- Exercise directions -
Each line with the word "useSWRConfig" must appear in the answer, copied from the records.

- Task data -
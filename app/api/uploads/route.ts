import { SECTION_ROLES } from '@/lib/auth/roles';
import { route } from '@/lib/server/api';
import { createUpload } from '@/lib/server/photos/uploads';
import { uploadRequestSchema } from '@/lib/validation/handoffs';

/** Announces a photo (type, size, SHA-256) and returns a presigned URL to PUT it to. */
export const POST = route(
  { access: SECTION_ROLES.gate, body: uploadRequestSchema },
  async ({ user, body }) => {
    const upload = await createUpload(body, user);
    if (!upload.ok) return upload;
    // announced again under the phone's id: 200 (a stored photo answers without an upload URL)
    const isAgain = 'status' in upload.value || upload.value.photoId === body.photoId;
    return Response.json(upload.value, { status: isAgain && body.photoId ? 200 : 201 });
  },
);
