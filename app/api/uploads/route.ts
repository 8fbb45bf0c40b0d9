import { SECTION_ROLES } from '@/lib/auth/roles';
import { refuse } from '@/lib/result';
import { route } from '@/lib/server/api';
import { createUpload, UploadError } from '@/lib/server/uploads';
import { uploadRequestSchema } from '@/lib/validation/handoffs';

/** Announces a photo (type, size, SHA-256) and returns a presigned URL to PUT it to. */
export const POST = route(
  { access: SECTION_ROLES.gate, body: uploadRequestSchema },
  async ({ user, body }) => {
    try {
      return Response.json(await createUpload(body, user), { status: 201 });
    } catch (error) {
      if (error instanceof UploadError) return refuse(error.code, error.message, error.fieldErrors);
      throw error;
    }
  },
);
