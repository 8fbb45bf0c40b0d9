import { createHmac } from 'node:crypto';
import { describe, expect, it } from 'vitest';
import { signLabelToken, verifyLabelToken } from '@/lib/engine/identity/label-token';

const SECRET = 'test-only-secret-0123456789abcdef-0123';
const claims = {
  labelId: '0b7e7c52-4d1e-4a57-9a55-3f1c2a9d8e01',
  trailerId: '6f0c2d11-88aa-4b4f-b0de-7d2e9a3c5b44',
};

function flipChar(token: string, i: number): string {
  const c = token[i] === 'A' ? 'B' : 'A';
  return token.slice(0, i) + c + token.slice(i + 1);
}

describe('label tokens', () => {
  it('round-trips label and trailer ids', () => {
    const t = signLabelToken(claims, SECRET);
    expect(verifyLabelToken(t, SECRET)).toEqual({ ok: true, ...claims });
    expect(
      verifyLabelToken(signLabelToken({ labelId: 'L-17', trailerId: 'HM 1042' }, SECRET), SECRET),
    ).toEqual({ ok: true, labelId: 'L-17', trailerId: 'HM 1042' });
  });

  it('is base64url and short enough for a small QR code', () => {
    const t = signLabelToken(claims, SECRET);
    expect(t).toMatch(/^[A-Za-z0-9_-]+$/);
    // 1 + 17 + 17 + 16 bytes = 51 → 68 characters. A link of ~100 bytes fits QR version 6 at
    // level M (ISO/IEC 18004, byte mode capacity 106).
    expect(t).toHaveLength(68);
  });

  it('carries a real HMAC-SHA256 over the payload (checked independently)', () => {
    const raw = Buffer.from(signLabelToken(claims, SECRET), 'base64url');
    const payload = raw.subarray(0, raw.length - 16);
    const expected = createHmac('sha256', SECRET)
      .update('hitchmark-label\u0000')
      .update(payload)
      .digest()
      .subarray(0, 16);
    expect(raw.subarray(raw.length - 16).equals(expected)).toBe(true);
  });

  it('rejects a tampered token at every position without throwing', () => {
    const t = signLabelToken(claims, SECRET);
    for (let i = 0; i < t.length; i++) {
      const r = verifyLabelToken(flipChar(t, i), SECRET);
      expect(r.ok).toBe(false);
      if (!r.ok) expect(['bad_signature', 'malformed']).toContain(r.error);
    }
  });

  it('rejects a token signed with another secret', () => {
    const t = signLabelToken(claims, 'another-secret-of-at-least-32-bytes!!');
    expect(verifyLabelToken(t, SECRET)).toEqual({ ok: false, error: 'bad_signature' });
  });

  it('treats malformed input as a typed error, never a throw', () => {
    for (const bad of [
      '',
      'abc',
      'not a token!',
      'A'.repeat(500),
      '====',
      signLabelToken(claims, SECRET).slice(0, 40),
    ]) {
      const r = verifyLabelToken(bad, SECRET);
      expect(r.ok).toBe(false);
    }
    expect(verifyLabelToken(undefined as unknown as string, SECRET)).toEqual({
      ok: false,
      error: 'malformed',
    });
  });

  it('reports a revoked label (re-issued) once the signature checks out', () => {
    const old = signLabelToken(claims, SECRET);
    const current = new Set(['1d2c3b4a-0000-4000-8000-000000000001']);
    const r = verifyLabelToken(old, SECRET, { isLabelCurrent: (id) => current.has(id) });
    expect(r).toEqual({ ok: false, error: 'revoked' });
    current.add(claims.labelId);
    expect(verifyLabelToken(old, SECRET, { isLabelCurrent: (id) => current.has(id) }).ok).toBe(true);
  });

  it('refuses a short secret and empty ids when signing', () => {
    expect(() => signLabelToken(claims, 'short')).toThrow(RangeError);
    expect(() => signLabelToken({ labelId: '', trailerId: 'x' }, SECRET)).toThrow(RangeError);
  });
});
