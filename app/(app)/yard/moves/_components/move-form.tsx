'use client';

import { useTranslations } from 'next-intl';
import { useState } from 'react';
import { useSWRConfig } from 'swr';
import { Button } from '@/app/_components/button';
import { Caution } from '@/app/_components/caution';
import { Field, FormError } from '@/app/_components/field';
import { useRefusalText } from '@/app/_components/use-refusal-text';
import { CameraButton } from '../../_components/camera-button';
import { BOARD_KEY } from '../../_components/use-board';

type Result =
  | { ok: true; unitNumber: string; fromLabel: string | null; toLabel: string; isOutOfService: boolean }
  | { ok: false; message: string; fieldErrors?: Record<string, string[]> };

export function MoveForm({ units, freeSpots }: { units: string[]; freeSpots: string[] }) {
  const t = useTranslations('Yard');
  const c = useTranslations('Cautions');
  const say = useRefusalText();
  const { mutate } = useSWRConfig();
  const [result, setResult] = useState<Result | null>(null);
  const [pending, setPending] = useState(false);

  async function submit(e: React.FormEvent<HTMLFormElement>) {
    e.preventDefault();
    const form = e.currentTarget;
    const data = Object.fromEntries(new FormData(form));
    setPending(true);
    try {
      const res = await fetch('/api/yard/moves', {
        method: 'POST',
        headers: { 'Content-Type': 'application/json' },
        body: JSON.stringify(data),
      });
      const body = await res.json();
      if (res.ok) {
        setResult({ ok: true, ...body });
        form.reset();
        await mutate(BOARD_KEY);
      } else {
        setResult({
          ok: false,
          message: body.message
            ? say(body.message, body.messageKey, body.messageValues)
            : t('move.notRecorded'),
          fieldErrors: body.fieldErrors
            ? Object.fromEntries(
                Object.entries(body.fieldErrors as Record<string, string[]>).map(([k, list]) => [
                  k,
                  list.map((m) => say(m)),
                ]),
              )
            : undefined,
        });
      }
    } catch {
      setResult({ ok: false, message: t('move.noConnection') });
    } finally {
      setPending(false);
    }
  }

  function fill(text: string, name: 'unit' | 'target') {
    const input = document.querySelector<HTMLInputElement>(`form[data-move] input[name="${name}"]`);
    if (input) input.value = text.trim();
  }

  const errors = result && !result.ok ? (result.fieldErrors ?? {}) : {};
  return (
    <form data-move onSubmit={submit} noValidate className="space-y-2 rounded-xl bg-paper p-4 shadow">
      <Field
        label={t('move.unit')}
        name="unit"
        list="yard-units"
        autoCapitalize="characters"
        autoComplete="off"
        required
        hint={t('move.unitHint')}
        error={errors.unit}
      />
      <CameraButton label={t('move.scanUnit')} onText={(text) => fill(text, 'unit')} />
      <datalist id="yard-units">
        {units.map((u) => (
          <option key={u} value={u} />
        ))}
      </datalist>
      <Field
        label={t('move.target')}
        name="target"
        list="free-spots"
        autoCapitalize="characters"
        autoComplete="off"
        required
        error={errors.target}
      />
      <CameraButton label={t('move.scanTarget')} onText={(text) => fill(text, 'target')} />
      <datalist id="free-spots">
        {freeSpots.map((s) => (
          <option key={s} value={s} />
        ))}
      </datalist>
      <Button type="submit" disabled={pending}>
        {pending ? t('move.pending') : t('move.submit')}
      </Button>
      <FormError message={result && !result.ok && !result.fieldErrors ? result.message : null} />
      <div aria-live="polite">
        {result?.ok ? (
          <div className="space-y-2">
            <p
              role="status"
              className="rounded-lg border-2 border-ok bg-ok-bg p-3 text-gate font-bold text-ok"
            >
              {result.fromLabel
                ? t('move.movedFrom', { unit: result.unitNumber, from: result.fromLabel, to: result.toLabel })
                : t('move.moved', { unit: result.unitNumber, to: result.toLabel })}
            </p>
            {result.isOutOfService ? (
              <Caution title={c('titles.outOfService')}>
                {t('move.oosHold', { unit: result.unitNumber })} {c('outOfService')} {t('move.noPublicRoad')}
              </Caution>
            ) : null}
          </div>
        ) : null}
      </div>
    </form>
  );
}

- The completed task -
import { useSWRConfig } from 'swr';
  const { mutate } = useSWRConfig();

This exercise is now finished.